YOUR ASSIGNMENT: Copy every line from the records below that holds the word "place".

TASK INPUTS:
//! What a person types into a field: a quantity or an expression over linked cells.
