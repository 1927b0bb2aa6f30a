//! The notebook as pages to sign and file.
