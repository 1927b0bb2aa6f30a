//! The window: the notebook on the desk.
//!
//! Areas answer with an action; only the window changes the notebook, the files
//! and itself. Everything that is drawn comes from one [`shared::Shared`].

mod action;
mod bar;
pub mod canvas;
pub mod cautions;
mod cells;
pub mod curve;
mod dashes;
mod desk;
mod files;
mod follow;
mod job;
mod listen;
mod open;
pub mod preset;
mod print;
pub mod rail;
pub mod readiness;
pub mod shared;
mod shortcut;
pub mod theme;

use std::path::PathBuf;

use iced::widget::{button, column, container, row, rule, scrollable};
use iced::{Alignment, Element, Length, Size, Subscription, Theme, window};

use crate::drawing::role::{self, Role};
use crate::notebook::datum::CellId;
use crate::notebook::results::Results;
use crate::store::settings::Settings;
use desk::Desk;
use shared::{Look, Measure, Shared};
use theme::{BODY, SMALL};

pub use cells::TYPING;
pub use desk::Error;
pub use files::PATH;
pub use open::{Unopened, start};

/// How wide the column of cells is.
const CELLS: f32 = 428.0;

/// The window with everything in it.
#[derive(Debug)]
pub struct Window {
    desk: Desk,
    selected: Option<CellId>,
    look: Look,
    size: Size,
    drawer: Drawer,
    cells: cells::Area,
    files: files::Area,
    print: print::Area,
    job: job::Area,
    curve: curve::Area,
    rail: rail::Area,
    cautions: cautions::Area,
    readiness: readiness::Area,
    /// What the guard asks about.
    pending: Option<files::Wish>,
    /// What was said last: whether it is bad, and the words.
    said: Option<(bool, String)>,
    /// Where the window's settings live; nowhere in tests.
    settings: Option<PathBuf>,
}

/// What is open under the bar.
#[derive(Clone, Copy, Debug, Default, PartialEq, Eq)]
enum Drawer {
    #[default]
    Shut,
    Files,
    Job,
    Left,
    Print,
    Keys,
}

/// Everything that happens in the window.
#[derive(Clone, Debug)]
pub enum Message {
    /// In the bar.
    Bar(bar::Message),
    /// In the cells.
    Cells(cells::Message),
    /// In the drawer with files.
    Files(files::Message),
    /// In the drawer with the worksheet.
    Print(print::Message),
    /// In the drawer with the job.
    Job(job::Message),
    /// In the drawing.
    Curve(curve::Message),
    /// On the distance rail.
    Rail(rail::Message),
    /// In the band of cautions.
    Cautions(cautions::Message),
    /// In the list of what is left.
    Readiness(readiness::Message),
    /// An answer to the guard.
    Guard(files::Answer),
    /// A key was pressed.
    Key(shortcut::Wish),
    /// Shut what is open under the bar.
    ShutDrawer,
    /// Take away what was said.
    Unsay,
    /// The bounds of a state of the notebook were drawn.
    BoundsDrawn(u64, Box<Results>),
    /// Some of the work under way is done.
    Advanced,
    /// The window has another size.
    Resized(Size),
    /// The window was asked to close.
    CloseRequested,
}

impl Message {
    /// Says how far the column of cells is scrolled, and how much of it is
    /// seen: what the window reports when it is scrolled.
    #[must_use]
    pub const fn seen(offset: f32, height: f32) -> Message {
        Message::Cells(cells::Message::Scrolled(offset, height))
    }

    /// Says that the open field now holds this text: what it reports when a
    /// text is put into it as one piece.
    #[must_use]
    pub fn typed(text: &str) -> Message {
        Message::Cells(cells::Message::Typed(text.to_owned()))
    }
}

impl Window {
    fn new(desk: Desk, settings: &Settings, place: Option<PathBuf>) -> Self {
        let theme = match settings.theme.as_str() {
            "dark" => role::Theme::Dark,
            "contrast" => role::Theme::Contrast,
            _ => role::Theme::Light,
        };
        let measure = match settings.measure.as_str() {
            "us" => Measure::Us,
            _ => Measure::Metric,
        };
        Window {
            selected: None,
            look: Look {
                theme,
                zoom: settings.zoom,
                measure,
            },
            size: Size::new(settings.size.0, settings.size.1),
            drawer: Drawer::Shut,
            cells: cells::Area::new(),
            files: files::Area::new(desk.file()),
            print: print::Area::new(desk.file()),
            job: job::Area::default(),
            curve: curve::Area::new(),
            rail: rail::Area::new(),
            cautions: cautions::Area::new(),
            readiness: readiness::Area::new(),
            pending: None,
            said: None,
            settings: place,
            desk,
        }
    }

    /// Returns what every area may read.
    fn shared(&self) -> Shared<'_> {
        Shared {
            engine: self.desk.engine(),
            results: self.desk.results(),
            fresh: self.desk.is_fresh(),
            look: self.look,
            selected: self.selected,
        }
    }

    /// Returns the notebook as it stands, for whoever tests the window.
    #[must_use]
    pub fn notebook(&self) -> &crate::notebook::Notebook {
        self.desk.engine().notebook()
    }

    /// Draws the bounds here and now, for whoever tests the window.
    pub fn settle(&mut self) {
        self.desk.settle();
    }

    /// Returns the title of the window.
    #[must_use]
    pub fn title(&self) -> String {
        let title = self.notebook().title.as_deref().unwrap_or("Untitled job");
        let mark = if self.desk.is_dirty() {
            " · not saved"
        } else {
            ""
        };
        format!("{title}{mark} · farglow")
    }

    /// Returns the theme of the widgets that have no style of their own.
    #[must_use]
    pub fn theme(&self) -> Theme {
        theme::theme(self.look)
    }

    /// Returns the window as it is seen.
    #[must_use]
    pub fn view(&self) -> Element<'_, Message> {
        let shared = self.shared();
        let look = self.look;
        let mut page = column![bar::view(&self.desk, shared).map(Message::Bar), line(look)];
        if let Some((bad, said)) = &self.said {
            page = page.push(notice(*bad, said, look)).push(line(look));
        }
        if let Some(wish) = &self.pending {
            page = page
                .push(files::guard(wish, look).map(Message::Guard))
                .push(line(look));
        }
        if let Some(drawer) = self.drawer(shared) {
            page = page.push(drawer).push(line(look));
        }
        let cells = container(self.cells.view(shared).map(Message::Cells))
            .width(Length::Fixed(CELLS))
            .height(Length::Fill)
            .style(theme::ground(Role::Ground, look));
        let right = column![
            self.curve.view(shared).map(Message::Curve),
            self.rail.view(shared).map(Message::Rail),
        ]
        .spacing(12)
        .padding([14, 18])
        .width(Length::Fill)
        .height(Length::Fill);
        page = page.push(
            row![
                cells,
                rule::vertical(1).style(move |_| rule_style(look)),
                right
            ]
            .height(Length::Fill),
        );
        page = page.push(self.cautions.view(shared).map(Message::Cautions));
        let typing = self.cells.is_typing() || self.drawer != Drawer::Shut;
        listen::listen(
            container(page)
                .width(Length::Fill)
                .height(Length::Fill)
                .style(theme::ground(Role::Ground, look)),
            move |key, modifiers| shortcut::wish(key, modifiers, typing).map(Message::Key),
        )
    }

    fn drawer<'a>(&'a self, shared: Shared<'a>) -> Option<Element<'a, Message>> {
        let look = self.look;
        let content = match self.drawer {
            Drawer::Shut => return None,
            Drawer::Files => self.files.view(shared).map(Message::Files),
            Drawer::Job => job::view(shared).map(Message::Job),
            Drawer::Print => self.print.view(shared).map(Message::Print),
            Drawer::Left => self.readiness.view(shared).map(Message::Readiness),
            Drawer::Keys => keys(look),
        };
        let shut = button(iced::widget::text("close").size(SMALL).font(theme::REGULAR))
            .padding([2, 6])
            .style(theme::plain(look))
            .on_press(Message::ShutDrawer);
        Some(
            container(
                // A long drawer scrolls, so that the desk stays in sight.
                scrollable(row![content, shut].spacing(16).padding([12, 20]))
                    .style(move |theme, status| theme::scroll(look, theme, status)),
            )
            .max_height(320)
            .width(Length::Fill)
            .style(theme::ground(Role::Panel, look))
            .into(),
        )
    }

    /// Returns what the window listens to. Nothing ticks while nothing is
    /// worked out.
    pub fn subscription(&self) -> Subscription<Message> {
        let mut all = vec![
            window::resize_events().map(|(_, size)| Message::Resized(size)),
            window::close_requests().map(|_| Message::CloseRequested),
        ];
        if self.desk.progress().is_some() {
            let often = std::time::Duration::from_millis(150);
            all.push(iced::time::every(often).map(|_| Message::Advanced));
        }
        Subscription::batch(all)
    }
}

fn rule_style(look: Look) -> rule::Style {
    rule::Style {
        color: theme::colour(Role::Line, look),
        radius: 0.0.into(),
        fill_mode: rule::FillMode::Full,
        snap: true,
    }
}

fn line<'a>(look: Look) -> Element<'a, Message> {
    rule::horizontal(1).style(move |_| rule_style(look)).into()
}

/// What was said last.
fn notice<'a>(bad: bool, said: &'a str, look: Look) -> Element<'a, Message> {
    let role = if bad { Role::Over } else { Role::Ink };
    container(
        row![
            theme::words(said, BODY, role, look).width(Length::Fill),
            button(
                iced::widget::text("all right")
                    .size(SMALL)
                    .font(theme::REGULAR)
            )
            .padding([2, 6])
            .style(theme::plain(look))
            .on_press(Message::Unsay),
        ]
        .spacing(10)
        .align_y(Alignment::Center),
    )
    .padding([8, 20])
    .width(Length::Fill)
    .style(theme::ground(Role::Panel, look))
    .into()
}

/// The list of keys.
fn keys<'a>(look: Look) -> Element<'a, Message> {
    let third = shortcut::ALL.len().div_ceil(3);
    let columns = shortcut::ALL.chunks(third).map(|some| {
        let lines = some.iter().map(|shortcut| {
            row![
                container(theme::bold(shortcut.keys, SMALL, Role::Ink, look))
                    .width(Length::Fixed(110.0)),
                theme::words(shortcut.about, SMALL, Role::Muted, look),
            ]
            .into()
        });
        column(lines).spacing(3).width(Length::Fill).into()
    });
    column![
        row(columns).spacing(20),
        bar::manners(look).map(Message::Bar)
    ]
    .spacing(10)
    .width(Length::Fill)
    .into()
}

/// Returns the settings of fonts for the window, and for whoever tests it.
#[must_use]
pub fn settings() -> iced::Settings {
    iced::Settings {
        fonts: theme::fonts(),
        default_font: theme::REGULAR,
        default_text_size: BODY.into(),
        antialiasing: true,
        ..iced::Settings::default()
    }
}
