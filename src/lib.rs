//! farglow works out the irradiance that a person meets near a hot source,
//! judges it by cited occupational exposure guidance, and issues the result as
//! a worksheet that can be signed and filed.
//!
//! The layers, from the ground up; imports point down only:
//!
//! | layer | modules |
//! | --- | --- |
//! | ground | [`units`], [`json`], [`graph`], [`physics`], [`spelling`], [`numeric`] |
//! | what a person types, published limits, materials of the trade | [`entry`], [`guidance`], [`material`] |
//! | the linked cells | [`notebook`] |
//! | files | [`store`] |
//! | pictures and paper | [`drawing`], [`worksheet`] |
//! | work off the calling thread | [`work`] |
//! | the window | [`app`] |
//! | the command line | [`command`] |

pub mod app;
pub mod command;
pub mod drawing;
pub mod entry;
pub mod graph;
pub mod guidance;
pub mod json;
pub mod material;
pub mod notebook;
pub mod numeric;
pub mod physics;
pub mod spelling;
pub mod store;
pub mod units;
pub mod work;
pub mod worksheet;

SOLVED EXERCISE:
    fn new(desk: Desk, settings: &Settings, place: Option<PathBuf>) -> Self {
            settings: place,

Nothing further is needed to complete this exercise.